I have searched out ways to get Windows Live Mail to accept my Gmail address but it keeps being rejected. I have gone to the Gmail tools and made sure to click on the IMAP setting, I have the correct password, to no avail.

Configuration:
Account: Gmail (barjo4.jo)
Server: imap.gmail.com
User name: barjo4.jo
Protocol: IMAP
Port: 993
Secure(SSL): 1
Code: 800cccd1


----------



## etaf (Oct 2, 2003)

what happens - do you get error messages ?

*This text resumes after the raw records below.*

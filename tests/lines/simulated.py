"""Readers of texts of several lines, made up by the phenomena of Carr et al. (2022).

The paper (doi:10.3758/s13428-021-01554-0) tries the methods on simulated trials: passages of 8 to
12 lines of up to 80 characters (16 px wide, lines 64 px apart), and one phenomenon at a time over a
range: noise (standard deviation 0 to 40 px), slope (-0.1 to 0.1 px per px), shift (-0.2 to 0.2 px
per px of distance from the first line), regressions within lines and between lines (probabilities
0 to 1). The ranges are quoted from memory; how a regression goes on is ours. What the paper leaves
out and real trials show is added here: drift over the trial, arcs, short undersweeps, fixations in
the middle of a return sweep, glances and looks off the text, arrivals from elsewhere, reading in
part and twice, constant offsets, and other layouts. Everything comes out of the generator that is
passed in.
"""

from __future__ import annotations

from collections.abc import Iterator
from dataclasses import dataclass, fields, replace

import numpy as np
from numpy.typing import NDArray

from etl.lines.passage import Passage

Floats = NDArray[np.float64]
Integers = NDArray[np.int32]

LINE_HEIGHT_PX = 64.0
CHARACTER_PX = 16.0
#: The phenomena of the paper and the ranges it goes over.
PUBLISHED = {
    "noise_px": (0.0, 40.0),
    "slope": (-0.1, 0.1),
    "shift": (-0.2, 0.2),
    "within": (0.0, 1.0),
    "between": (0.0, 1.0),
}


@dataclass(frozen=True)
class Layout:
    """Where and how large the text is: lines of words of monospaced type."""

    line_count: int
    columns: int = 80
    character_px: float = CHARACTER_PX
    line_height_px: float = LINE_HEIGHT_PX
    left_px: float = 360.0
    top_px: float = 155.0


@dataclass(frozen=True)
class Manner:
    """How a made-up reader reads, and how far the tracker is off; every field 0 is an ideal trial.

    Lengths ending in ``_lines`` are shares of the line height. ``noise_px``, ``slope``, ``shift``,
    ``within`` and ``between`` are the phenomena of the paper; noise is for lines 64 px apart and
    goes with the line height. ``look`` is how many fixations one look off the text has.
    """

    noise_px: float = 5.0
    slope: float = 0.0
    shift: float = 0.0
    within: float = 0.0
    between: float = 0.0
    offset_lines: float = 0.0
    drift_lines: float = 0.0
    arc_lines: float = 0.0
    undersweep: float = 0.0
    mid_sweep: float = 0.0
    glances: float = 0.0
    arrivals: int = 0
    look: int = 0
    first_line: int = 0
    last_line: int | None = None
    readings: int = 1


@dataclass(frozen=True, eq=False)
class Trial:
    """One made-up trial: fixations in time order, and the line each truly belongs to (0: none)."""

    x_px: Floats
    y_px: Floats
    duration_ms: Floats
    line: Integers
    passage: Passage
    manner: Manner


def make_passage(rng: np.random.Generator, layout: Layout) -> Passage:
    """Words of one to twelve characters on every line; the last line is often short."""
    middles, lines = [], []
    for line in range(layout.line_count):
        length = layout.columns
        if line == layout.line_count - 1:
            length = int(layout.columns * rng.uniform(0.2, 1.0))
        column = 0
        while True:
            size = int(np.clip(rng.poisson(4.5) + 1, 1, 12))
            if column + size > length and column:
                break
            middles.append(layout.left_px + layout.character_px * (column + size / 2))
            lines.append(line)
            column += size + 1
    return Passage(
        line_y_px=layout.top_px + layout.line_height_px * np.arange(layout.line_count, dtype=float),
        word_x_px=np.array(middles),
        word_line=np.array(lines, dtype=np.int32),
        line_height_px=layout.line_height_px,
        width_px=layout.columns * layout.character_px,
    )


def _line_read(rng: np.random.Generator, own: Integers, within: float) -> Iterator[int]:
    """The words of a line that are fixated, with regressions to earlier ones of the same line."""
    for i, word in enumerate(own):
        if rng.random() < 0.25 and 0 < i < len(own) - 1:
            continue
        yield int(word)
        if i > 1 and rng.random() < within / 4:
            yield from own[int(rng.integers(0, i)) : i : 2].tolist()


def _words_read(rng: np.random.Generator, passage: Passage, manner: Manner) -> list[int]:
    """The words fixated, in order: line after line, after each perhaps a part of an earlier one."""
    last = len(passage.line_y_px) if manner.last_line is None else manner.last_line
    read: list[int] = []
    for _ in range(manner.readings):
        for line in range(manner.first_line, last):
            read += _line_read(rng, np.flatnonzero(passage.word_line == line), manner.within)
            if line > manner.first_line and rng.random() < manner.between:
                earlier = int(rng.integers(manner.first_line, line))
                own = np.flatnonzero(passage.word_line == earlier)
                start = int(rng.integers(0, len(own)))
                read += own[start : int(rng.integers(start, len(own))) + 1].tolist()
    return read


def _with_sweeps(
    rng: np.random.Generator, x: Floats, line: Integers, manner: Manner, passage: Passage
) -> tuple[Floats, Integers, Floats]:
    """Put in undersweeps and fixations in mid sweep: x, line (-1 is none) and height in lines."""
    rows: list[tuple[float, int, float]] = []
    for i in range(len(x)):
        if i and line[i] == line[i - 1] + 1 and x[i] < x[i - 1] - 0.5 * passage.width_px:
            if rng.random() < manner.mid_sweep:
                way = rng.uniform(0.3, 0.7)
                rows.append((x[i - 1] + way * (x[i] - x[i - 1]), -1, line[i] - 1 + way))
            elif rng.random() < manner.undersweep:
                short = rng.uniform(0.03, 0.1) * passage.width_px
                rows.append((x[i] + short, int(line[i]), float(line[i])))
        rows.append((x[i], int(line[i]), float(line[i])))
    where, lines, heights = zip(*rows, strict=True)
    return np.array(where), np.array(lines, dtype=np.int32), np.array(heights)


def _with_strays(
    rng: np.random.Generator,
    rows: tuple[Floats, Integers, Floats],
    manner: Manner,
    passage: Passage,
) -> tuple[Floats, Integers, Floats]:
    """Put in single glances away from what is read, and arrivals from elsewhere before line one."""
    x, line, height = (part.tolist() for part in rows)
    left, count = float(passage.word_x_px.min()), len(passage.line_y_px)
    away = np.flatnonzero(rng.random(len(x)) < manner.glances)[::-1]
    for i in away[away > 0]:
        # Nobody could tell a glance from reading that lands on the line that is being read.
        at = rng.uniform(-2.5, count + 1.5)
        if abs(at - height[i]) < 1.2 or abs(at - height[i - 1]) < 1.2:
            continue
        x.insert(i, left + rng.uniform(-0.1, 1.1) * passage.width_px)
        line.insert(i, -1)
        height.insert(i, at)
    if manner.look:
        # At a question under the text, most often when the text has been read.
        place = len(x) if rng.random() < 0.7 else int(rng.integers(1, len(x)))
        at = rng.choice([count + rng.uniform(0.6, 3.0), -rng.uniform(1.6, 4.0)], p=[0.8, 0.2])
        begins = left + rng.uniform(0, 0.7) * passage.width_px
        for i in range(manner.look):
            x.insert(place + i, begins + rng.uniform(0, 0.3) * passage.width_px)
            line.insert(place + i, -1)
            height.insert(place + i, at)
    for _ in range(manner.arrivals):
        x.insert(0, left + rng.uniform(0.2, 0.9) * passage.width_px)
        line.insert(0, -1)
        height.insert(0, rng.uniform(2.0, count))
    return np.array(x), np.array(line, dtype=np.int32), np.array(height)


def read(rng: np.random.Generator, passage: Passage, manner: Manner) -> Trial:
    """One trial of a made-up reader."""
    words = np.array(_words_read(rng, passage, manner), dtype=np.int64)
    line_height = passage.line_height_px
    x = passage.word_x_px[words] + rng.normal(0, passage.width_px / 100, len(words))
    rows = _with_sweeps(rng, x, passage.word_line[words], manner, passage)
    x, line, height = _with_strays(rng, rows, manner, passage)
    count = len(x)
    along = (x - passage.word_x_px.min()) / passage.width_px
    vertical = passage.line_y_px[0] + line_height * height
    vertical += rng.normal(0, 1, count) * manner.noise_px * line_height / LINE_HEIGHT_PX
    vertical += manner.slope * (x - passage.word_x_px.min())
    vertical += manner.shift * line_height * height
    vertical += manner.offset_lines * line_height
    vertical += manner.drift_lines * line_height * np.linspace(0, 1, count)
    vertical += manner.arc_lines * line_height * (1 - (2 * along - 1) ** 2)
    duration = np.round(rng.gamma(6.0, 38.0, count)) + 20
    duration = np.where(line < 0, np.round(rng.gamma(4.0, 28.0, count)) + 20, duration)
    return Trial(np.round(x), np.round(vertical), duration, line + np.int32(1), passage, manner)


def published_manner(rng: np.random.Generator, phenomenon: str) -> Manner:
    """One phenomenon anywhere in its published range; all others absent but a little noise."""
    low, high = PUBLISHED[phenomenon]
    noise = {} if phenomenon == "noise_px" else {"noise_px": rng.uniform(5, 15)}
    return Manner(**{**noise, phenomenon: rng.uniform(low, high)})


def published_mixture(rng: np.random.Generator) -> Manner:
    """All phenomena of the paper at once, each anywhere in its published range."""
    return Manner(**{name: rng.uniform(*ends) for name, ends in PUBLISHED.items()})


def mixed_manner(rng: np.random.Generator) -> Manner:
    """Everything at once, as a real trial may have it: mostly mild, at times severe."""
    severity = rng.choice([0.25, 0.5, 1.0], p=[0.4, 0.4, 0.2])

    def signed(most: float) -> float:
        return float(severity * rng.uniform(-most, most))

    return Manner(
        noise_px=rng.uniform(5, 12 + 28 * severity),
        slope=signed(0.1),
        shift=signed(0.2),
        within=severity * rng.uniform(0, 1),
        between=severity * rng.uniform(0, 1),
        offset_lines=signed(0.8),
        drift_lines=signed(0.6),
        arc_lines=signed(0.4),
        undersweep=rng.uniform(0, 0.6),
        mid_sweep=rng.choice([0.0, 0.05, 0.4], p=[0.6, 0.25, 0.15]),
        glances=rng.choice([0.0, 0.005, 0.02], p=[0.4, 0.4, 0.2]),
        arrivals=int(rng.choice([0, 1, 2, 3], p=[0.5, 0.3, 0.1, 0.1])),
        look=int(rng.choice([0, 1, 3, 8], p=[0.8, 0.05, 0.1, 0.05])),
    )


def in_part(rng: np.random.Generator, manner: Manner, line_count: int) -> Manner:
    """The same manner, but the text is read in part, or from the middle, or twice."""
    kind = rng.choice(["stops", "starts", "both", "twice"])
    first = int(rng.integers(1, line_count)) if kind in ("starts", "both") else 0
    last = int(rng.integers(first + 1, line_count + 1)) if kind in ("stops", "both") else None
    return replace(manner, first_line=first, last_line=last, readings=2 if kind == "twice" else 1)


def usual_layout(rng: np.random.Generator) -> Layout:
    """The layout of the paper's simulations."""
    return Layout(int(rng.integers(8, 13)))


def any_layout(rng: np.random.Generator) -> Layout:
    """Other numbers of lines, sizes of type, spacings and screens."""
    character = rng.uniform(7, 22)
    return Layout(
        line_count=int(rng.integers(2, 16)),
        columns=int(rng.integers(30, 100)),
        character_px=character,
        line_height_px=character * rng.uniform(1.8, 5.0),
        left_px=rng.uniform(0, 500),
        top_px=rng.uniform(0, 400),
    )


def published_trials(seed: int, phenomenon: str, count: int) -> Iterator[Trial]:
    """Trials with one phenomenon of the paper, over its whole range."""
    rng = np.random.default_rng([seed, sorted(PUBLISHED).index(phenomenon)])
    for _ in range(count):
        passage = make_passage(rng, usual_layout(rng))
        yield read(rng, passage, published_manner(rng, phenomenon))


def combined_trials(seed: int, count: int) -> Iterator[Trial]:
    """Trials with all phenomena of the paper at once, each over its whole range."""
    rng = np.random.default_rng([seed, len(PUBLISHED) + 1])
    for _ in range(count):
        passage = make_passage(rng, usual_layout(rng))
        yield read(rng, passage, published_mixture(rng))


def mixed_trials(seed: int, count: int) -> Iterator[Trial]:
    """Trials with everything at once; a third in other layouts, a fifth read in part or twice."""
    rng = np.random.default_rng([seed, len(PUBLISHED)])
    for _ in range(count):
        layout = any_layout(rng) if rng.random() < 1 / 3 else usual_layout(rng)
        manner = mixed_manner(rng)
        if rng.random() < 0.2:
            manner = in_part(rng, manner, layout.line_count)
        yield read(rng, make_passage(rng, layout), manner)


def trials_at(phenomenon: str, value: float, seed: int, count: int) -> Iterator[Trial]:
    """Trials with one phenomenon at one value and a little noise, for accuracy curves."""
    assert phenomenon in {field.name for field in fields(Manner)}
    # Seeds are whole numbers from 0 on.
    rng = np.random.default_rng(
        [seed, sorted(PUBLISHED).index(phenomenon), round(value * 1000) + 1000]
    )
    for _ in range(count):
        passage = make_passage(rng, usual_layout(rng))
        noise = {} if phenomenon == "noise_px" else {"noise_px": 10.0}
        yield read(rng, passage, Manner(**{**noise, phenomenon: value}))


def trials_together(share: float, seed: int, count: int) -> Iterator[Trial]:
    """Trials with all phenomena at this share of the ends of their ranges, of either sign."""
    rng = np.random.default_rng([seed, len(PUBLISHED), round(share * 1000)])
    for _ in range(count):
        passage = make_passage(rng, usual_layout(rng))
        ends = {name: rng.choice(both) if both[0] else both[1] for name, both in PUBLISHED.items()}
        yield read(rng, passage, Manner(**{name: share * end for name, end in ends.items()}))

Log into the webmail service and goto settings - pop/forwarding section
make sure imap is enabled 

then in WLM 
you should just add your email address and password 

However, 
if you have 2 step verification in - it will not work - you need to get an APP password 
do you have 2 step verification enabled


----------



## barjo4 (Jan 10, 2007)

WEBALERT https://accounts.google.com/Continu...p05Cb5CAv-bnC33VYneRYavJudAFM5FbZILIdOCDET0Q] Web login required.

Configuration:
Account: Gmail (barjo4.jo)
Server: imap.gmail.com
*<removed by moderator etaf>*
Protocol: IMAP
Port: 993
Secure(SSL): 1
Code: 800cccd1


----------



## etaf (Oct 2, 2003)

rermoved you user id


----------



## barjo4 (Jan 10, 2007)

I redid it and put back user id and still has errors. It might not be worth the hassle


----------



## etaf (Oct 2, 2003)

sorry, I removed your user id from the POST so you did not have SPAM email etc

did you have 2 step verification on


----------



## barjo4 (Jan 10, 2007)

I removed the 2 step verification.


----------



## etaf (Oct 2, 2003)

so does it connect now ?


----------



## barjo4 (Jan 10, 2007)

no it does not


----------



## etaf (Oct 2, 2003)

are you getting the same error

do you have another PC you can try to log into the web service to make sure 2 step is off


----------



## barjo4 (Jan 10, 2007)

I checked and the 2 step verification has been disabled


----------



## etaf (Oct 2, 2003)

i would now change the password on the account to something new

make sure you can log in ok from a webpage and then try WLM again


----------



## barjo4 (Jan 10, 2007)

I tried it and same problem occurs. This is way too much trouble. I will have to ask a local tech to assist me. Thanks for your help


----------



## barjo4 (Jan 10, 2007)

I fixed it! I did some more digging and I was directed to change a Google setting - enable a lesser security option - and then I was able to open Gmail on Windows Live mail.


----------



## etaf (Oct 2, 2003)

Glad you got it sorted.
:up: thanks for letting us know 
*You can mark your own threads solved using the







button at the top of the page of the thread in the upper left corner.*


----------